В следующее воскресенье после обеда Бенжамен сразу же направился в маленькую комнату отдыха, примыкавшую к трапезной. Зная привычки остальных монахов, которые в большинстве своем старались не выказывать явного желания поскорее нарушить молчание, у него, если повезет, могло получиться побыть несколько минут наедине с большим монахом. К сожалению, когда тот вошел в комнату, там уже находилось трое братьев.
Слева два монаха суетились вокруг старой дровяной печи, пытаясь разжечь столь необходимый огонь: было холодно. Они не услышали, как вошел Бенжамен, и даже не обернулись в его сторону. В глубине комнаты у единственного зарешеченного окна, выходившего на главную аллею, спиной к нему стоял третий. То ли слух у него был лучше, чем у остальных, то ли он поджидал кого-то, но он тотчас же обернулся и ободряюще улыбнулся молодому человеку.

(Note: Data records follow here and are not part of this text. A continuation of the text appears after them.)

"""``Motion``: where every body of a corner is, and how it moves, over travel and rack.

Knows the solver; knows no reading, plugin, file or pixel. Results carry leading axes: points (..., 3),
rotations (..., 3, 3), twists (..., 6).
"""

from __future__ import annotations

from collections.abc import Mapping
from dataclasses import dataclass, replace
from functools import cached_property
from typing import Any

import numpy as np
from numpy.typing import ArrayLike, NDArray

from knucklepath.kinematics.closure import pose_frames, rod_twist
from knucklepath.kinematics.errors import MechanismError
from knucklepath.kinematics.following import Solution, follow, solve
from knucklepath.kinematics.frames import ScrewAxis, cross, screw_axis
from knucklepath.kinematics.lockup import lock_reason
from knucklepath.kinematics.mechanism import CHASSIS, Rod
from knucklepath.kinematics.tree import Frame, cross_first
from knucklepath.kinematics.wheel import Corner

Array = NDArray[np.float64]


@dataclass(frozen=True)
class Motion:
    """A solved corner over any set of poses; index it like an array to get some of them.

    At the design position every body's frame is the body frame of the car, so a design-position point X of a
    body is now at ``rotation(body) @ X + translation(body)``. Poses that cannot be reached are nan.
    """

    corner: Corner
    solution: Solution

    @property
    def shape(self) -> tuple[int, ...]:
        """The poses' leading shape."""
        return self.solution.shape

    @cached_property
    def travel_mm(self) -> Array:
        """(...) travel as asked for, mm."""
        return self._shaped(self.solution.inputs["travel"])

    @cached_property
    def rack_mm(self) -> Array:
        """(...) rack displacement, mm; zero on an axle without a rack."""
        values = self.solution.inputs.get("rack")
        return np.zeros(self.shape) if values is None else self._shaped(values)

    @cached_property
    def reached(self) -> NDArray[np.bool_]:
        """(...) False where the mechanism locks before the pose."""
        return np.asarray(self.solution.reached.reshape(self.shape))

    @cached_property
    def residual_mm(self) -> Array:
        """(...) largest joint residual, mm."""
        return self._shaped(self.solution.error)

    @cached_property
    def closeness(self) -> Array:
        """(...) Jacobian determinant over its design value: near 0 the geometry is near-singular."""
        return self._shaped(np.where(self.solution.reached, self.solution.determinant, np.nan))

    def __getitem__(self, index: Any) -> Motion:
        """Some of the poses, by numpy indexing over the leading axes."""
        chosen = np.arange(int(np.prod(self.shape))).reshape(self.shape)[index]
        flat = np.asarray(chosen).reshape(-1)
        whole = self.solution
        part = Solution(
            closure=whole.closure.for_poses(flat),
            shape=np.asarray(chosen).shape,
            inputs={name: value[flat] for name, value in whole.inputs.items()},
            state=whole.state.take(flat),
            reached=whole.reached[flat],
            share=whole.share[flat],
            error=whole.error[flat],
            determinant=whole.determinant[flat],
            rates=whole.rates[..., flat],
        )
        return Motion(self.corner, part)

    def _shaped(self, value: Array) -> Array:
        """(..., B) pose-last → leading axes first."""
        moved = np.moveaxis(value, -1, 0)
        return np.asarray(moved.reshape((*self.shape, *moved.shape[1:])))

    @cached_property
    def _frames(self) -> Mapping[str, Frame]:
        return pose_frames(self.solution.closure, self.solution.state)

    def _frame(self, body: str) -> Frame:
        return self._frames[self.corner.body(body)]

    def _blank(self, value: Array) -> Array:
        """Put nan where the pose was not reached (pose axis last)."""
        count = len(self.solution.reached)
        value = np.broadcast_to(value, (*value.shape[:-1], count))
        if self.solution.reached.all():
            return value
        return np.where(self.solution.reached, value, np.nan)

    def rotation(self, body: str) -> Array:
        """(..., 3, 3) rotation of a body from its design position."""
        rotation = self._frame(body).rotation
        if rotation is None:
            rotation = np.eye(3)[..., None]
        return self._shaped(self._blank(rotation))

    def translation(self, body: str) -> Array:
        """(..., 3) translation of a body, mm: where the point at the origin has gone."""
        frame = self._frame(body)
        zero = np.zeros((3, 1))
        return self._shaped(self._blank(frame.locate(zero)))

    def matrix(self, body: str) -> Array:
        """(..., 4, 4) homogeneous matrix of a body, mm."""
        out = np.zeros((*self.shape, 4, 4))
        out[..., :3, :3] = self.rotation(body)
        out[..., :3, 3] = self.translation(body)
        out[..., 3, 3] = 1.0
        return out

    def point(self, body: str, at: ArrayLike) -> Array:
        """(..., 3) where the body's design-position point ``at`` (3,) is now, mm."""
        return self._shaped(self.point_last(body, np.asarray(at, dtype=float)))

    def point_last(self, body: str, at: Array) -> Array:
        """As ``point``, with components first: (3, B). For work over large grids."""
        return self._blank(self._frame(body).locate(self._design(at)))

    def turn_last(self, body: str, direction: Array) -> Array:
        """Present direction (3, B) of a design-position direction (3,)."""
        return self._blank(self._frame(body).turn(self._design(direction)))

    def _design(self, at: Array) -> Array:
        if at.ndim == 1:
            return at[:, None]
        return np.moveaxis(np.broadcast_to(at, (*self.shape, 3)).reshape(-1, 3), 0, -1)

    def twist_last(self, body: str, per: str = "travel") -> tuple[Array, Array]:
        """Angular velocity (3, B), rad, and velocity at the origin (3, B), mm, per unit of an input."""
        closure, body = self.solution.closure, self.corner.body(body)
        count = len(self.solution.reached)
        if body == CHASSIS:
            return np.zeros((3, count)), np.zeros((3, count))
        rates = self._rates(per)
        for joint in closure.mechanism.joints:
            if isinstance(joint, Rod) and joint.name == body:
                angular, velocity = rod_twist(closure, joint, self._frames, rates)
                break
        else:
            angular, velocity = closure.tree.twist(body, self._frames, rates)
        return self._blank(angular), self._blank(velocity)

    def _rates(self, per: str) -> Array:
        """Rates of every coordinate (columns, B) per unit of one input."""
        closure = self.solution.closure
        if per not in closure.input_names:
            raise MechanismError(f"there is no input '{per}'; inputs: {', '.join(closure.input_names)}")
        rates = np.zeros((closure.tree.columns, len(self.solution.reached)))
        rates[: closure.tree.unknowns] = self.solution.rates[:, closure.input_names.index(per)]
        if per in closure.tree.driven:
            rates[closure.tree.unknowns + closure.tree.driven.index(per)] = 1.0
        return rates

    def twist(self, body: str, per: str = "travel") -> Array:
        """(..., 6) twist of a body per mm of travel or rack, the other input held. Exact, by implicit rates.

        Angular velocity (rad/mm) first, then the velocity (mm/mm) of the body-fixed point at the origin.
        """
        return self._shaped(np.concatenate(self.twist_last(body, per)))

    def velocity(self, body: str, at: ArrayLike, per: str = "travel") -> Array:
        """(..., 3) velocity of the body's design-position point ``at``, mm per mm of the input."""
        return self._shaped(self.velocity_last(body, np.asarray(at, dtype=float), per))

    def velocity_last(self, body: str, at: Array, per: str = "travel") -> Array:
        """As ``velocity``, with components first: (3, B)."""
        angular, velocity = self.twist_last(body, per)
        return velocity + cross_first(angular, self.point_last(body, at))

    def screw(self, per: str = "travel") -> ScrewAxis:
        """Instant screw axis of the knuckle; its point is the one nearest the wheel centre."""
        centre = self.point("wheel", self.corner.wheel.centre)
        twist = self.twist("wheel", per)
        angular, velocity = twist[..., :3], twist[..., 3:]
        return screw_axis(angular, velocity + cross(angular, centre), centre)


def solve_motion(corner: Corner, travel_mm: ArrayLike, rack_mm: ArrayLike = 0.0) -> Motion:
    """Solve a corner for all given travels and rack displacements at once.

    Parameters
    ----------
    corner : a left corner.
    travel_mm, rack_mm : arrays that broadcast against each other; ``travel[:, None], rack[None, :]`` is a grid.
        Geometry variants on the mechanism's points broadcast in front.

    Returns
    -------
    Motion; poses that cannot be reached are nan and marked, never raised.

    Raises
    ------
    MechanismError : rack displacement is asked of an axle without a rack.
    """
    travel, rack = np.asarray(travel_mm, dtype=float), np.asarray(rack_mm, dtype=float)
    if corner.steered:
        return Motion(corner, solve(corner.mechanism, {"travel": travel, "rack": rack}))
    if rack.any():
        raise MechanismError("this axle has no rack; only rack 0 can be asked for")
    return Motion(corner, solve(corner.mechanism, {"travel": np.broadcast_arrays(travel, rack)[0]}))


@dataclass(frozen=True)
class Limit:
    """Where a mechanism locks.

    input : "travel" or "rack"; value_mm : the last value reached; others : the inputs held; reason : for people.
    """

    input: str
    value_mm: float
    others: Mapping[str, float]
    reason: str


def find_limit(
    corner: Corner, input: str = "travel", towards: float = 60.0, rack_mm: float = 0.0, travel_mm: float = 0.0
) -> Limit | None:
    """Find where a corner locks on the way from the design position to ``towards``, to 0.01 mm.

    Parameters
    ----------
    input : "travel" or "rack"; the other one is held at ``rack_mm`` or ``travel_mm``.
    towards : where to go, mm.

    Returns
    -------
    Limit, or None when ``towards`` is reached. A pose where the held input alone cannot be reached gives that
    input's limit.

    Raises
    ------
    MechanismError : there is no such input, or the points carry geometry variants.
    """
    if corner.mechanism.is_batched:
        raise MechanismError("a limit is sought for one geometry at a time, not for variants")
    held = {"travel": travel_mm, "rack": rack_mm}
    if not corner.steered:
        held.pop("rack")
    held[input] = 0.0
    first = solve(corner.mechanism, held)
    if not first.reached.all():
        other = next(name for name in held if name != input and held[name] != 0.0)
        return find_limit(corner, other, held[other])
    closure = first.closure
    begin = {name: np.array([value]) for name, value in held.items()}
    end = {**begin, input: np.array([towards], dtype=float)}
    last, share = follow(closure, first.state, begin, end)
    if share[0] >= 1.0:
        return None
    value = float(share[0]) * towards
    others = {name: value for name, value in held.items() if name != input}
    reason = lock_reason(replace(first, state=last.state, rates=last.rates), input, towards)
    return Limit(input, value, others, reason)


__all__ = ["Limit", "Motion", "find_limit", "lock_reason", "solve_motion"]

Бенжамен замер в нерешительности, потом с невинным, как ему казалось, видом медленно направился к большому монаху, двигаясь вправо вдоль каменной скамьи, идущей вдоль стен комнаты. Хотя двое у очага и не обращали на него никакого внимания, он предпочел не обнаруживать до поры до времени цели своего пути и ступал медленно, заложив руки за спину, временами останавливаясь, словно для того, чтобы полюбоваться расписным потолком и деревянными резными панелями, служившими спинкой для каменной скамьи.